[PROBLEM TO WORK ON]: Output the full listing exactly.

[ENTRIES SHOWN]:
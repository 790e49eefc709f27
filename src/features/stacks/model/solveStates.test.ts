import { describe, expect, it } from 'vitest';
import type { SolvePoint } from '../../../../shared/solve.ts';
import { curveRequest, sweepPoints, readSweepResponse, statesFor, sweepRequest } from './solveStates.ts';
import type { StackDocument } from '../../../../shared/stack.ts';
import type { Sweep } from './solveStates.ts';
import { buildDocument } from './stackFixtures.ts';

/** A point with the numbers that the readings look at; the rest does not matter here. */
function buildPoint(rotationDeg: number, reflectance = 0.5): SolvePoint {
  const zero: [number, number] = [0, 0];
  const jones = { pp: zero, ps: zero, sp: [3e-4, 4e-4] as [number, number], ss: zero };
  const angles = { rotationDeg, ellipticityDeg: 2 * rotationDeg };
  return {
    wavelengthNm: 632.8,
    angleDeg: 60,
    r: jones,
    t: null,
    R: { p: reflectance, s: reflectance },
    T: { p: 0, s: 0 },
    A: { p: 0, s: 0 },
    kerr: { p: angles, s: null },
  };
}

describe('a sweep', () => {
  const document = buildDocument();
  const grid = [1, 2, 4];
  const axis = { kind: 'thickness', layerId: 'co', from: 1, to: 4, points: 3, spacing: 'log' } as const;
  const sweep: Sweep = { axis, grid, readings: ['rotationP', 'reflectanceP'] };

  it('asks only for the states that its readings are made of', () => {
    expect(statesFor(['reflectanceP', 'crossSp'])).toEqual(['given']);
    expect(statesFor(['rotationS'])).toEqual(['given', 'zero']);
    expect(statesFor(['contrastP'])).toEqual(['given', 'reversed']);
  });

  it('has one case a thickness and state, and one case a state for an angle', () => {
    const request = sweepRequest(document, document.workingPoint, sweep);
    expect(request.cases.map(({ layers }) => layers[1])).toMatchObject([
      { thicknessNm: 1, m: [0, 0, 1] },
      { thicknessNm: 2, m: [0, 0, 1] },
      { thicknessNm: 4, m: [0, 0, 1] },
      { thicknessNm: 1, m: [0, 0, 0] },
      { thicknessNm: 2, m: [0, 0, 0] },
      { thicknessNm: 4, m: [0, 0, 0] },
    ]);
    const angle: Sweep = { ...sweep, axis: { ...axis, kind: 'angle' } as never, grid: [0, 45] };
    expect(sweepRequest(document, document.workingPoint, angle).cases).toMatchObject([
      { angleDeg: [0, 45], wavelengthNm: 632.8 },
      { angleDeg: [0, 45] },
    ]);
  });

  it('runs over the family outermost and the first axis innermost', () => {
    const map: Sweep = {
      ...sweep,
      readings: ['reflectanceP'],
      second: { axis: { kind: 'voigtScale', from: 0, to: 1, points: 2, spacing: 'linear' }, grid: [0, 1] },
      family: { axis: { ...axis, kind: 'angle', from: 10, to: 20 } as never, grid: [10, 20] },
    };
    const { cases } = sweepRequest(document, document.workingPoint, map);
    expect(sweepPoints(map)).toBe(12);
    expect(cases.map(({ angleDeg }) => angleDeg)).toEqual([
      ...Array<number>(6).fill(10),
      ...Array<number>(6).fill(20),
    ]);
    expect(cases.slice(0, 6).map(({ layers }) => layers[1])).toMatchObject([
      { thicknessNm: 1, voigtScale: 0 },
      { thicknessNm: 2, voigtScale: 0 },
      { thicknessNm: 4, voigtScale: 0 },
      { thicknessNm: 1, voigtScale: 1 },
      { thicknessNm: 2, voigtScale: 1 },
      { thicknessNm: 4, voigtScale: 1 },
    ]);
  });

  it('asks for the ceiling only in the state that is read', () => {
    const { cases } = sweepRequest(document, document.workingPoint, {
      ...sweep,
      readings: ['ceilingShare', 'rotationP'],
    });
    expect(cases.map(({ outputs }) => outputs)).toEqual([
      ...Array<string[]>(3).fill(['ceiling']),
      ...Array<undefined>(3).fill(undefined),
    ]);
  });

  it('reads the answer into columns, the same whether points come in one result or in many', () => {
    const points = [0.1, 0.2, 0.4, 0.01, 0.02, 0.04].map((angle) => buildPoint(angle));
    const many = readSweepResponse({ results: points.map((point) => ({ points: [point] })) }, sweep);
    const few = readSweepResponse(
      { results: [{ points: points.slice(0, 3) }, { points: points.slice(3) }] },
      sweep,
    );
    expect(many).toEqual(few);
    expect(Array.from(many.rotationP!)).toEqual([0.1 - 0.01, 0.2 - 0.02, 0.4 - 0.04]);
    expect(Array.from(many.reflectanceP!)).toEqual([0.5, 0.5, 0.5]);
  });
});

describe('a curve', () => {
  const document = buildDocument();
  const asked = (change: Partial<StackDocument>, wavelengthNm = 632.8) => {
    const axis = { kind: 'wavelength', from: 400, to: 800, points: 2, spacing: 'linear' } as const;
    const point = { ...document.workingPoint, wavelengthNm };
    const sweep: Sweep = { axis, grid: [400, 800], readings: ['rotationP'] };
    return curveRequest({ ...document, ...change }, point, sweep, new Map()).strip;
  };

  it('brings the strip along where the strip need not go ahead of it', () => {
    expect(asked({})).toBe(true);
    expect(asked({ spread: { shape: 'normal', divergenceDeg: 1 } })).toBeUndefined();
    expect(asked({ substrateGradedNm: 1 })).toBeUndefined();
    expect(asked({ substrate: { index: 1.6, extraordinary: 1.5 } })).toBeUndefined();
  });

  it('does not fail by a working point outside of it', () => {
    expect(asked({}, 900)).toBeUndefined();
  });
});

[RESULT BELOW]:
repository 790e49eefc709f27
filename src/features/stacks/model/solveStates.test.ts
import { describe, expect, it } from 'vitest';
import type { SolvePoint } from '../../../../shared/solve.ts';
import { curveRequest, sweepPoints, readSweepResponse, statesFor, sweepRequest } from './solveStates.ts';
import type { StackDocument } from '../../../../shared/stack.ts';
import type { Sweep } from './solveStates.ts';
import { buildDocument } from './stackFixtures.ts';

/** A point with the numbers that the readings look at; the rest does not matter here. */
function buildPoint(rotationDeg: number, reflectance = 0.5): SolvePoint {
  const zero: [number, number] = [0, 0];
  const jones = { pp: zero, ps: zero, sp: [3e-4, 4e-4] as [number, number], ss: zero };
  const angles = { rotationDeg, ellipticityDeg: 2 * rotationDeg };
  return {
    wavelengthNm: 632.8,
    angleDeg: 60,
    r: jones,
    t: null,
    R: { p: reflectance, s: reflectance },
    T: { p: 0, s: 0 },
    A: { p: 0, s: 0 },
    kerr: { p: angles, s: null },
  };
}

describe('a sweep', () => {
  const document = buildDocument();
  const grid = [1, 2, 4];
  const axis = { kind: 'thickness', layerId: 'co', from: 1, to: 4, points: 3, spacing: 'log' } as const;
  const sweep: Sweep = { axis, grid, readings: ['rotationP', 'reflectanceP'] };

  it('asks only for the states that its readings are made of', () => {
    expect(statesFor(['reflectanceP', 'crossSp'])).toEqual(['given']);
    expect(statesFor(['rotationS'])).toEqual(['given', 'zero']);
    expect(statesFor(['contrastP'])).toEqual(['given', 'reversed']);
  });

  it('has one case a thickness and state, and one case a state for an angle', () => {
    const request = sweepRequest(document, document.workingPoint, sweep);
    expect(request.cases.map(({ layers }) => layers[1])).toMatchObject([
      { thicknessNm: 1, m: [0, 0, 1] },
      { thicknessNm: 2, m: [0, 0, 1] },
      { thicknessNm: 4, m: [0, 0, 1] },
      { thicknessNm: 1, m: [0, 0, 0] },
      { thicknessNm: 2, m: [0, 0, 0] },
      { thicknessNm: 4, m: [0, 0, 0] },
    ]);
    const angle: Sweep = { ...sweep, axis: { ...axis, kind: 'angle' } as never, grid: [0, 45] };
    expect(sweepRequest(document, document.workingPoint, angle).cases).toMatchObject([
      { angleDeg: [0, 45], wavelengthNm: 632.8 },
      { angleDeg: [0, 45] },
    ]);
  });

  it('runs over the family outermost and the first axis innermost', () => {
    const map: Sweep = {
      ...sweep,
      readings: ['reflectanceP'],
      second: { axis: { kind: 'voigtScale', from: 0, to: 1, points: 2, spacing: 'linear' }, grid: [0, 1] },
      family: { axis: { ...axis, kind: 'angle', from: 10, to: 20 } as never, grid: [10, 20] },
    };
    const { cases } = sweepRequest(document, document.workingPoint, map);
    expect(sweepPoints(map)).toBe(12);
    expect(cases.map(({ angleDeg }) => angleDeg)).toEqual([
      ...Array<number>(6).fill(10),
      ...Array<number>(6).fill(20),
    ]);
    expect(cases.slice(0, 6).map(({ layers }) => layers[1])).toMatchObject([
      { thicknessNm: 1, voigtScale: 0 },
      { thicknessNm: 2, voigtScale: 0 },
      { thicknessNm: 4, voigtScale: 0 },
      { thicknessNm: 1, voigtScale: 1 },
      { thicknessNm: 2, voigtScale: 1 },
      { thicknessNm: 4, voigtScale: 1 },
    ]);
  });

  it('asks for the ceiling only in the state that is read', () => {
    const { cases } = sweepRequest(document, document.workingPoint, {
      ...sweep,
      readings: ['ceilingShare', 'rotationP'],
    });
    expect(cases.map(({ outputs }) => outputs)).toEqual([
      ...Array<string[]>(3).fill(['ceiling']),
      ...Array<undefined>(3).fill(undefined),
    ]);
  });

  it('reads the answer into columns, the same whether points come in one result or in many', () => {
    const points = [0.1, 0.2, 0.4, 0.01, 0.02, 0.04].map((angle) => buildPoint(angle));
    const many = readSweepResponse({ results: points.map((point) => ({ points: [point] })) }, sweep);
    const few = readSweepResponse(
      { results: [{ points: points.slice(0, 3) }, { points: points.slice(3) }] },
      sweep,
    );
    expect(many).toEqual(few);
    expect(Array.from(many.rotationP!)).toEqual([0.1 - 0.01, 0.2 - 0.02, 0.4 - 0.04]);
    expect(Array.from(many.reflectanceP!)).toEqual([0.5, 0.5, 0.5]);
  });
});

describe('a curve', () => {
  const document = buildDocument();
  const asked = (change: Partial<StackDocument>, wavelengthNm = 632.8) => {
    const axis = { kind: 'wavelength', from: 400, to: 800, points: 2, spacing: 'linear' } as const;
    const point = { ...document.workingPoint, wavelengthNm };
    const sweep: Sweep = { axis, grid: [400, 800], readings: ['rotationP'] };
    return curveRequest({ ...document, ...change }, point, sweep, new Map()).strip;
  };

  it('brings the strip along where the strip need not go ahead of it', () => {
    expect(asked({})).toBe(true);
    expect(asked({ spread: { shape: 'normal', divergenceDeg: 1 } })).toBeUndefined();
    expect(asked({ substrateGradedNm: 1 })).toBeUndefined();
    expect(asked({ substrate: { index: 1.6, extraordinary: 1.5 } })).toBeUndefined();
  });

  it('does not fail by a working point outside of it', () => {
    expect(asked({}, 900)).toBeUndefined();
  });
});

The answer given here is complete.